Klein was a multilingual poet from Montreal, which in his day was Canada’s most diverse city. Cosmopolitanism infuses his verse. He was Canada’s first multicultural English poet. He catalogued and deciphered like Dionne Brand or Gwendolyn MacEwen. He was a socialist and he experimented with Joycian playfulness.
A yahrzeit in Jewish tradition is the anniversary of a relative’s death.
The Bel Shem Tov was a mystical rabbi.
Heirlooms are books inherited from the father.
Read the lines the lines of “Heirloom” in connection to the Anglo French rivalry. The poem pushes back against ethnocentrism.
George recommended John Porter’s “The Vertical Mosaic”, which paints a portrait mid-20th Century Canada in terms of wealth and power and the lack of it.
Klein’s poem “Autobiographical”. This poem draws on all the language and energy of Montreal. “The jargoning city …” The audible cinema of the streets of this working class part of Montreal. It’s Keatsian because of its sensuality.
George said the loonie is a sweaty coin and the loon is a psychological viper, so we need a different animal on our dollar coin.
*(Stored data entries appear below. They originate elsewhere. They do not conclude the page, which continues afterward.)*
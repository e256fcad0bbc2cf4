import { describe, expect, it } from 'vitest';
import { plantDynamicSrt, plantMassSeries, plantRollingSrt, solidsLossSeries, wasAdvice, type TrainSrtSeries } from '../../../shared/domain/balance/srt.js';
import { good } from '../../../shared/domain/quality.js';
import { EFFLUENT_TSS_NOT_MEASURED } from '../../../shared/domain/srt.js';

// SRT of the plant from its trains' measured series (design §3 item 5; SRT definition as in
// Metcalf & Eddy 5th ed. 2014, ch. 7; dynamic SRT after Takács et al. 2008, reconstruction [M]).
const M = 60_000;
const END = 24 * 60 * M;
const steady = (v: number) => new Map(Array.from({ length: 24 * 60 + 1 }, (_, m) => [m * M, v] as [number, number]));
// Train A is the fixture train; train B is half its size with 6 g/L underflow and no effluent TSS meter.
const A: TrainSrtSeries = { aerationMass_kg: steady(18_000), clarifierMass_kg: steady(12_000), wasFlow_m3h: steady(20), wasTss_gL: steady(8), effluentFlow_m3h: steady(780), effluentTss_gL: steady(0.01) };
const B: TrainSrtSeries = { aerationMass_kg: steady(9000), clarifierMass_kg: steady(4000), wasFlow_m3h: steady(10), wasTss_gL: steady(6), effluentFlow_m3h: steady(390), effluentTss_gL: null };

describe('plant SRT from the trains', () => {
  it('solids loss per minute: A 20·8 + 780·0.01 = 167.8, B 10·6 + 390·0 = 60 → 227.8 kg/h', () => {
    const loss = solidsLossSeries([A, B]);
    expect(loss.size).toBe(1441);
    expect(loss.get(0)).toBeCloseTo(227.8, 9);
    expect(plantMassSeries([A, B]).total_kg.get(0)).toBe(43_000);
  });
  it('rolling SRT, one train: 30 000/167.8/24 = 7.44934 d total, 18 000/167.8/24 = 4.46961 d aeration', () => {
    const r = plantRollingSrt([A], END, 24);
    expect(r.total_d).toMatchObject({ quality: 'good' });
    expect(r.total_d.value).toBeCloseTo(30_000 / 167.8 / 24, 9);
    expect(r.aeration_d.value).toBeCloseTo(18_000 / 167.8 / 24, 9);
    expect(r.coverage).toBeCloseTo(1, 12);
  });
  it('rolling SRT, two trains, B without effluent TSS: 43 000/227.8/24 = 7.8651 d, estimated (overstated)', () => {
    const r = plantRollingSrt([A, B], END, 24);
    expect(r.total_d.value).toBeCloseTo(43_000 / 227.8 / 24, 9);
    expect(r.aeration_d.value).toBeCloseTo(27_000 / 227.8 / 24, 9);
    expect(r.total_d).toMatchObject({ quality: 'estimated', reasons: [EFFLUENT_TSS_NOT_MEASURED] });
  });
  it('dynamic SRT at steady state stays at M/P = 30 000/167.8/24 d; needs two minutes; says when X_e was taken as 0', () => {
    const d = plantDynamicSrt(plantMassSeries([A]).total_kg, solidsLossSeries([A]), 24, false);
    expect(d.value).toBeCloseTo(30_000 / 167.8 / 24, 9);
    expect(d.reasons[0]).toMatch(/age balance integrated over 24\.0 h .*Takács et al\. 2008/);
    expect(plantDynamicSrt(new Map([[0, 1]]), new Map([[0, 1]]), 24, false).value).toBeNull();
    expect(plantDynamicSrt(plantMassSeries([A, B]).total_kg, solidsLossSeries([A, B]), 24, true).reasons).toContain(EFFLUENT_TSS_NOT_MEASURED);
  });
});

describe('dynamic SRT fed with what the engine measures (issue 16)', () => {
  it('inventory 42 000 → 46 200 kg over 48 h at 130 kg/h removal: 12.41 d, not the 13.55 d of removal-as-production', () => {
    // Minute series; production P = 130 + 4200/48 = 217.5 kg/h is implied by dM/dt. Start age M/W = 42 000/130 h.
    const n = 48 * 60;
    const mass = new Map(Array.from({ length: n + 1 }, (_, i) => [i * M, 42_000 + (4200 * i) / n] as [number, number]));
    const removal = new Map(Array.from({ length: n + 1 }, (_, i) => [i * M, 130] as [number, number]));
    const d = plantDynamicSrt(mass, removal, 48, false);
    // Hand reference (RK4 of dθ/dt = 1 − θ·217.5/M(t), h = 0.001 h): 12.4060 d.
    expect(d.value).toBeCloseTo(12.406, 3);
    expect(d.quality).toBe('estimated');
  });
});

describe('WAS advice from the present totals: Q_W = (M/(SRT·24) − Q_e·X_e)/X_W', () => {
  const a = { influentFlow_m3h: good(800), wasFlow_m3h: good(20), rasConc_gL: good(8), effluentTss_gL: good(0.01) };
  const b = { influentFlow_m3h: good(400), wasFlow_m3h: good(10), rasConc_gL: good(6), effluentTss_gL: good(0.02) };
  it('one train (fixture): (30 000/240 − 780·0.01)/8 = (125 − 7.8)/8 = 14.65 m³/h', () => {
    const r = wasAdvice([a], good(30_000), 10);
    expect(r.wasAdvice_m3h.value).toBeCloseTo(14.65, 9);
    expect(r.wasFlow_m3h.value).toBe(20);
  });
  it('two trains: Q_e 780 + 390 = 1170; X_e (7.8 + 7.8)/1170; X_W (20·8 + 10·6)/30 = 7.333; (43 000/240 − 15.6)/7.333 = 22.3045 m³/h', () => {
    const r = wasAdvice([a, b], good(43_000), 10);
    expect(r.wasAdvice_m3h.value).toBeCloseTo((43_000 / 240 - 15.6) / (220 / 30), 9);
    expect(r.wasFlow_m3h.value).toBe(30);
  });
  it('no WAS running: X_W is the plain mean (8 + 6)/2 = 7; Q_e 1200, Q_e·X_e = 8 + 8 = 16 → (179.1667 − 16)/7 = 23.3095 m³/h', () => {
    const r = wasAdvice([{ ...a, wasFlow_m3h: good(0) }, { ...b, wasFlow_m3h: good(0) }], good(43_000), 10);
    expect(r.wasAdvice_m3h.value).toBeCloseTo((43_000 / 240 - 16) / 7, 9);
  });
});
As George was reading parts of the poem out loud and was getting into the rhythm, he suddenly started singing, “When The Saints Go Marching In”. He said, “Music draws us back!” The poem has Beat elements.
Then George shared a “Factoid: By the age of 21, you will have already heard all the music you will be nostalgic for, for the rest of your life.” I think he’s wrong about that one. There are songs that I’ve heard since I turned 21 that I have nostalgia for.
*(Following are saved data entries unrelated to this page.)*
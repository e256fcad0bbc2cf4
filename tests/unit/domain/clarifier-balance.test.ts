import { describe, expect, it } from 'vitest';
import { clarifierBalanceResidual_kgh, effluentFlow_m3h, recycleRatio, requiredRasConc_gL, requiredRasConcSimple_gL } from '../../../shared/domain/clarifier-balance.js';
import { mulberry32, uniform } from './prng.js';

describe('steady-state clarifier solids balance (Q+QR)·X = (QR+QW)·XR + Qe·Xe', () => {
  it('simple form X·(Q+QR)/QR by hand: Q = 1000, QR = 600, X = 3 → 8 g/L, R = 0.6', () => {
    expect(requiredRasConcSimple_gL(1000, 600, 3).value).toBeCloseTo(8, 12);
    expect(recycleRatio(1000, 600).value).toBeCloseTo(0.6, 12);
  });

  it('full form by hand: Q = 1000, QR = 600, QW = 20, X = 3, Xe = 0.01 → (4800 − 9.8)/620 = 7.72613 g/L', () => {
    const r = requiredRasConc_gL({ influentFlow_m3h: 1000, rasFlow_m3h: 600, mlss_gL: 3, wasFlow_m3h: 20, effluentTss_gL: 0.01 });
    expect(r.value).toBeCloseTo(4790.2 / 620, 10);
  });

  it('property: the balance closes to 1e-9 relative for 200 seeded cases', () => {
    const rnd = mulberry32(2026);
    for (let i = 0; i < 200; i++) {
      const q = uniform(rnd, 10, 50_000);
      const qr = uniform(rnd, 0.2, 1.5) * q;
      const qw = uniform(rnd, 0, 0.03) * q;
      const x = uniform(rnd, 0.5, 8);
      const xe = uniform(rnd, 0, 0.05);
      const xr = requiredRasConc_gL({ influentFlow_m3h: q, rasFlow_m3h: qr, mlss_gL: x, wasFlow_m3h: qw, effluentTss_gL: xe }).value!;
      const qe = effluentFlow_m3h(q, qw).value!;
      const lhs = (q + qr) * x;
      const rhs = (qr + qw) * xr + qe * xe;
      expect(Math.abs(lhs - rhs) / lhs).toBeLessThan(1e-9);
      const res = clarifierBalanceResidual_kgh({ influentFlow_m3h: q, rasFlow_m3h: qr, mlss_gL: x, wasFlow_m3h: qw, effluentTss_gL: xe, rasConc_gL: xr }).value!;
      expect(Math.abs(res) / lhs).toBeLessThan(1e-9);
    }
  });

  it('edge inputs give unavailable figures, never NaN or Infinity', () => {
    expect(requiredRasConcSimple_gL(1000, 0, 3)).toMatchObject({ value: null, quality: 'unavailable' });
    expect(recycleRatio(0, 100)).toMatchObject({ value: null, quality: 'unavailable' });
    expect(requiredRasConc_gL({ influentFlow_m3h: 10, rasFlow_m3h: 5, mlss_gL: 3, wasFlow_m3h: 20 }).value).toBeNull();
    expect(requiredRasConc_gL({ influentFlow_m3h: 10, rasFlow_m3h: 5, mlss_gL: 0.001, effluentTss_gL: 1 }).value).toBeNull();
    expect(requiredRasConcSimple_gL(Number.NaN, 5, 3).value).toBeNull();
    expect(requiredRasConcSimple_gL(0, 500, 3).value).toBe(3); // no influent: underflow at MLSS
    expect(effluentFlow_m3h(5, 6).value).toBeNull();
  });
});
He told us that there is a video on YouTube of Luciano Pavarotti and James Brown singing “It’s A Man’s World” together. “Holy smokes!” He also mentioned being nostalgic for James Brown’s “Lost Someone”.
We finished by looking at Klein’s poem “Sisters”. George commented that crossing cultures is a very Canadian thing to do.
            As we were packing up, I told George that I’d heard an ice cream truck playing “When the Saints Go Marching In” on the way there. He thought that was an interesting coincidence.